-- YOUR OBJECTIVE --
Copy the lines below that contain "misclosure".

PROVIDED DATA Block Start

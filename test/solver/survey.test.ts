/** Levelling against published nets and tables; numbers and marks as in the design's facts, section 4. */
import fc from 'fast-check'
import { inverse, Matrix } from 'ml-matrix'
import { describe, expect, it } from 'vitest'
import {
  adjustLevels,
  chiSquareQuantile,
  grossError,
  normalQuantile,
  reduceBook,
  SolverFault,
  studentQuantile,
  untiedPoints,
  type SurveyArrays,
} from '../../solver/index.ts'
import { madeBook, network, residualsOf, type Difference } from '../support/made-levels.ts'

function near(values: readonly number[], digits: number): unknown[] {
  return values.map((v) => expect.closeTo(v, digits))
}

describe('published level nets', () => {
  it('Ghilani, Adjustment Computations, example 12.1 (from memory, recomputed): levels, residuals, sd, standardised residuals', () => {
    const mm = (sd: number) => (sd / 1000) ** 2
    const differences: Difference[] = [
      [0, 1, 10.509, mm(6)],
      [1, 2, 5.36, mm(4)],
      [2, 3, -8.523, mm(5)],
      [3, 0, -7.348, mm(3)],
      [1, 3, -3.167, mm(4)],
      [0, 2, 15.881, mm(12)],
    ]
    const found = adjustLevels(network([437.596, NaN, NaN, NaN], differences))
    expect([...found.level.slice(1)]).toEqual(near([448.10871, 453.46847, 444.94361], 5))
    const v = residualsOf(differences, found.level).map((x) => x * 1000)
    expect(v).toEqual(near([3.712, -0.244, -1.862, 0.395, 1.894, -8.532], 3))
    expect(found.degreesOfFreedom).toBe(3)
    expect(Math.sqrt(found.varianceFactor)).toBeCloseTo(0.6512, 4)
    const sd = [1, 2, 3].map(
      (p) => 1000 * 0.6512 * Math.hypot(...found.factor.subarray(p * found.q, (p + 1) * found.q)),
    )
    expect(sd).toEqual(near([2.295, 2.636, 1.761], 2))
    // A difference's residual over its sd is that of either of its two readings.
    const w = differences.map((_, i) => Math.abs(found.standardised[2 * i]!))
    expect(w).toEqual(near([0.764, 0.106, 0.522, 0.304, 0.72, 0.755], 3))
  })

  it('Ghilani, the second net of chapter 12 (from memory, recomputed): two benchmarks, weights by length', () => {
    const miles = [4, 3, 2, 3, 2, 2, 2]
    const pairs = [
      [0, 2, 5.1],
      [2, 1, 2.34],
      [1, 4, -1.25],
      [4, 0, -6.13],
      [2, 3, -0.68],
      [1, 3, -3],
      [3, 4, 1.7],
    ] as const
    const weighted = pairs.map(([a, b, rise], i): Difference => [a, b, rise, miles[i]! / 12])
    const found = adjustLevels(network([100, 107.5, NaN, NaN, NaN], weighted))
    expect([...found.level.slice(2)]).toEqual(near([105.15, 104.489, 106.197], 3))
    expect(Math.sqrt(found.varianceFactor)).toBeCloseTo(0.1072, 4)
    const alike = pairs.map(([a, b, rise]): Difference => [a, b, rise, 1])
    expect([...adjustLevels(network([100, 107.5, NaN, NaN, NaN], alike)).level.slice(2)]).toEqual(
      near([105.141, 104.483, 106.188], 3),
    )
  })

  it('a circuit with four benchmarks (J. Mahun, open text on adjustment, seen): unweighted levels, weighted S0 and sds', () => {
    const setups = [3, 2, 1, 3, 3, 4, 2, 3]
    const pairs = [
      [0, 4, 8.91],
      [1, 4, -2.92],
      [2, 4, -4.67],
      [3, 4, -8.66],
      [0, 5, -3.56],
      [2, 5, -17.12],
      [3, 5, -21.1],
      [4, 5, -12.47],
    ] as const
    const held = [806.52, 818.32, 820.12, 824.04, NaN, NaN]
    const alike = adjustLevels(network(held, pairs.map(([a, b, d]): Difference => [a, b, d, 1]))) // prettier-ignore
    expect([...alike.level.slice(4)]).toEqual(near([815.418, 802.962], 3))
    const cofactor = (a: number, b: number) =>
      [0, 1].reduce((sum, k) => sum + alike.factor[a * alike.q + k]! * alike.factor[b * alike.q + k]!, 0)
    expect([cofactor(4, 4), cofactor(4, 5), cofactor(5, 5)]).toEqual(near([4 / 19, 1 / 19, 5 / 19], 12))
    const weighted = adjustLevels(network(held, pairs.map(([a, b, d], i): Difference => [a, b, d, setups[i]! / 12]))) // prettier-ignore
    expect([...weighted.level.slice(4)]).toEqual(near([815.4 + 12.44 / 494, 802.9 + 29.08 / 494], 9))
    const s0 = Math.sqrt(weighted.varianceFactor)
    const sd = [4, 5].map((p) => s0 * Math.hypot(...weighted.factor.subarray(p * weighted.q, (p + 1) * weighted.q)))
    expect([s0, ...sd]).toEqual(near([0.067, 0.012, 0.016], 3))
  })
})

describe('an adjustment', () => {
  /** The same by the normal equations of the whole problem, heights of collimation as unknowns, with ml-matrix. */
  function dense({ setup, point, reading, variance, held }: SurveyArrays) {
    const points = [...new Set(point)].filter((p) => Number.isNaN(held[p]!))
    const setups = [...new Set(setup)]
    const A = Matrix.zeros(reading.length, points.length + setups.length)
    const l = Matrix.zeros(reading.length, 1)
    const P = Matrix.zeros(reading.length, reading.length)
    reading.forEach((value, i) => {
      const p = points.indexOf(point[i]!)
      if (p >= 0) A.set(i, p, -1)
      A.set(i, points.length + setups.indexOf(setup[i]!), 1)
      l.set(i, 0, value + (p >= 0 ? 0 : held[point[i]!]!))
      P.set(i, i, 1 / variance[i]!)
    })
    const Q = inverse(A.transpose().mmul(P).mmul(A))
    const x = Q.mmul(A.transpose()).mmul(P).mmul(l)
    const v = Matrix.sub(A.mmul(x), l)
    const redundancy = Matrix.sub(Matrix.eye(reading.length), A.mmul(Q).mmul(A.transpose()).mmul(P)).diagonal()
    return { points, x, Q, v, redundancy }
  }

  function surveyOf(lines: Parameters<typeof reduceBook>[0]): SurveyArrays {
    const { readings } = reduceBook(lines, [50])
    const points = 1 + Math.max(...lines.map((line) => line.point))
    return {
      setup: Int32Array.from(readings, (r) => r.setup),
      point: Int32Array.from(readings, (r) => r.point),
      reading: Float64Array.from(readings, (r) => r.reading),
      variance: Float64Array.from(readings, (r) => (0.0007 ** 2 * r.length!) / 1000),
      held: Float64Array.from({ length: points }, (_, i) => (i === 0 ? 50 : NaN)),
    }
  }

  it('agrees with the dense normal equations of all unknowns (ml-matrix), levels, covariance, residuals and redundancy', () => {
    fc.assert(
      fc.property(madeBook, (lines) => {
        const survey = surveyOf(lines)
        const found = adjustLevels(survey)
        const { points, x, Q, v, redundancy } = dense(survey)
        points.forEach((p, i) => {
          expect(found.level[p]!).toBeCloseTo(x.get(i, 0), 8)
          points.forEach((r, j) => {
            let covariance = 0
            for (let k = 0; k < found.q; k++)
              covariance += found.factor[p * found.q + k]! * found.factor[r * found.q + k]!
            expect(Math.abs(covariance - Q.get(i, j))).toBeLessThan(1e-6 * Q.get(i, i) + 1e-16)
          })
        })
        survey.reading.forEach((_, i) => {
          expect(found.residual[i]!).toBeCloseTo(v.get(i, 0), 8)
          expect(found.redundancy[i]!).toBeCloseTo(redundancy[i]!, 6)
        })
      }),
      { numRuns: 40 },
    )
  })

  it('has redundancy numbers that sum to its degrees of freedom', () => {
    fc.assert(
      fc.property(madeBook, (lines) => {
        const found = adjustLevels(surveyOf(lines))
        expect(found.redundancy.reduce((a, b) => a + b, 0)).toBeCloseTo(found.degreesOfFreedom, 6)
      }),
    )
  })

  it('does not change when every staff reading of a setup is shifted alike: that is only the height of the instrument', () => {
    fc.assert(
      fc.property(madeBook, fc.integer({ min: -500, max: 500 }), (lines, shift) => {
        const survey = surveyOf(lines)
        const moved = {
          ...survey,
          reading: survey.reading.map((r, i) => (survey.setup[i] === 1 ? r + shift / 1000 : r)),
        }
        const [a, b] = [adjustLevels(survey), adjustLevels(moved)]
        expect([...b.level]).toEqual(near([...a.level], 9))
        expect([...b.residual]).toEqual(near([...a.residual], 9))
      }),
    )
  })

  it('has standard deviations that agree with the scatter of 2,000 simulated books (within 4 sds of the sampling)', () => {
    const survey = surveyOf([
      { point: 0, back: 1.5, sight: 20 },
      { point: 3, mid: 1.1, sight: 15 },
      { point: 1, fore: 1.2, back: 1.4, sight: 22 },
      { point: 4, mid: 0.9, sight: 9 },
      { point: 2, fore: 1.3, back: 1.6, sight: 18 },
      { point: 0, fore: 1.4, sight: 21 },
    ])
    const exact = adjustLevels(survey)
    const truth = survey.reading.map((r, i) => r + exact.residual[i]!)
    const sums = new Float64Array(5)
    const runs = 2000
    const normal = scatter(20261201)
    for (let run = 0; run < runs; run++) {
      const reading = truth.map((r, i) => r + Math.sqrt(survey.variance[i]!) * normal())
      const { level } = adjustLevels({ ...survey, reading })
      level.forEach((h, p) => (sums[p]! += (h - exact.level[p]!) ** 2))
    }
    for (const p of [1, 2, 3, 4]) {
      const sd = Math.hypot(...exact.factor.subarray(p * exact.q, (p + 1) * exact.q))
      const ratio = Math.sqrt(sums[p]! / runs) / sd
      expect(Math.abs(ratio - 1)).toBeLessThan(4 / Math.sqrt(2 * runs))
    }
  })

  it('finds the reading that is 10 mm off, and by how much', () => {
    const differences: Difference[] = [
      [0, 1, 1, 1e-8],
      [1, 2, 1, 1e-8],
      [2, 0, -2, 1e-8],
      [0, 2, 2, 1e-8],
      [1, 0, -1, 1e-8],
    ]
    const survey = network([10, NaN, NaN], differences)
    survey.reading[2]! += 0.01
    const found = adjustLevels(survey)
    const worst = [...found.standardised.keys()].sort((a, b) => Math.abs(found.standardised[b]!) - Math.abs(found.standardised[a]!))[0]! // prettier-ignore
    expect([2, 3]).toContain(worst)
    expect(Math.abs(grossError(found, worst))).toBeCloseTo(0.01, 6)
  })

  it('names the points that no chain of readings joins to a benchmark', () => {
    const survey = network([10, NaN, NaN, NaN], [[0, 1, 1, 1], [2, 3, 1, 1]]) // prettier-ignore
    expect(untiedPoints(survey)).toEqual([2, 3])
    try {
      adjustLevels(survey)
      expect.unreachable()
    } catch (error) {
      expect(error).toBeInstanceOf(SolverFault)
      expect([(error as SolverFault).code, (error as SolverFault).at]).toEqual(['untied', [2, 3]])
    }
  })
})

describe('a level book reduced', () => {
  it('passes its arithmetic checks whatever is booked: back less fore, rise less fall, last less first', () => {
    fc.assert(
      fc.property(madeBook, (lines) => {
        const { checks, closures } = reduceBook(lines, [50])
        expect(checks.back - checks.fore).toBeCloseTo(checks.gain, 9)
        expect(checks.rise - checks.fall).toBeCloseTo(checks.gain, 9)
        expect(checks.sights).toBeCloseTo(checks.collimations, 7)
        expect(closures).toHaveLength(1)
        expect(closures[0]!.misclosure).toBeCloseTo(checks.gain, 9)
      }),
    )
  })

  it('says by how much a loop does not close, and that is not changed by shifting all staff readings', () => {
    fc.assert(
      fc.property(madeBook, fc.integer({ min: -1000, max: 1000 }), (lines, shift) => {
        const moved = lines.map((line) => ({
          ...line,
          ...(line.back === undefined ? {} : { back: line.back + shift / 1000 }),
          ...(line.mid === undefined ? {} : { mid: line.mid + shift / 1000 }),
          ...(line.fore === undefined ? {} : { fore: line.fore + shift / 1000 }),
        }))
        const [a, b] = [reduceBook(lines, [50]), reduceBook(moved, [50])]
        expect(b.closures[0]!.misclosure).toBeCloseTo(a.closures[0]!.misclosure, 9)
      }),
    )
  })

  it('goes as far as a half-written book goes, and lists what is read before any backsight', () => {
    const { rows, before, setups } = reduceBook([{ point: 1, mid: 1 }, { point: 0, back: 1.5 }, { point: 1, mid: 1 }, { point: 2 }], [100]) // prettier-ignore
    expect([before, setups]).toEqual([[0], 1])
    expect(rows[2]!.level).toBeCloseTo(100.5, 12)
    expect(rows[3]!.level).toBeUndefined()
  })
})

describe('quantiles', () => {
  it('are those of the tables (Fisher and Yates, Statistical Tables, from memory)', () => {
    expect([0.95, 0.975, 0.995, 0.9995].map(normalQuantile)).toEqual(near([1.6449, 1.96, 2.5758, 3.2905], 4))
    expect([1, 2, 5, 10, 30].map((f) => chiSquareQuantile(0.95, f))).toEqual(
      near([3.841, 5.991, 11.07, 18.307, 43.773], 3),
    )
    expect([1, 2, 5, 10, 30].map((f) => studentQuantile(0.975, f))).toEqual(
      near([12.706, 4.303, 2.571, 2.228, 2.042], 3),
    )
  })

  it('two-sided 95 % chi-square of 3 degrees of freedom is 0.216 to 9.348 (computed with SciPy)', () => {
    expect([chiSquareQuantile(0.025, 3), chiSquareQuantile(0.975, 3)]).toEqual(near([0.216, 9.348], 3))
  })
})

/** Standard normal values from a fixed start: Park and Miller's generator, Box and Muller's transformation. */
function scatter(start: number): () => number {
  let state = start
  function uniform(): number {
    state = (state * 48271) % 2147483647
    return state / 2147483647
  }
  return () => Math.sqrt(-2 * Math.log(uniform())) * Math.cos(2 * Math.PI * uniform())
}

PROVIDED DATA Block End

-- RESULT OF THIS TASK --
        expect(closures[0]!.misclosure).toBeCloseTo(checks.gain, 9)
        expect(b.closures[0]!.misclosure).toBeCloseTo(a.closures[0]!.misclosure, 9)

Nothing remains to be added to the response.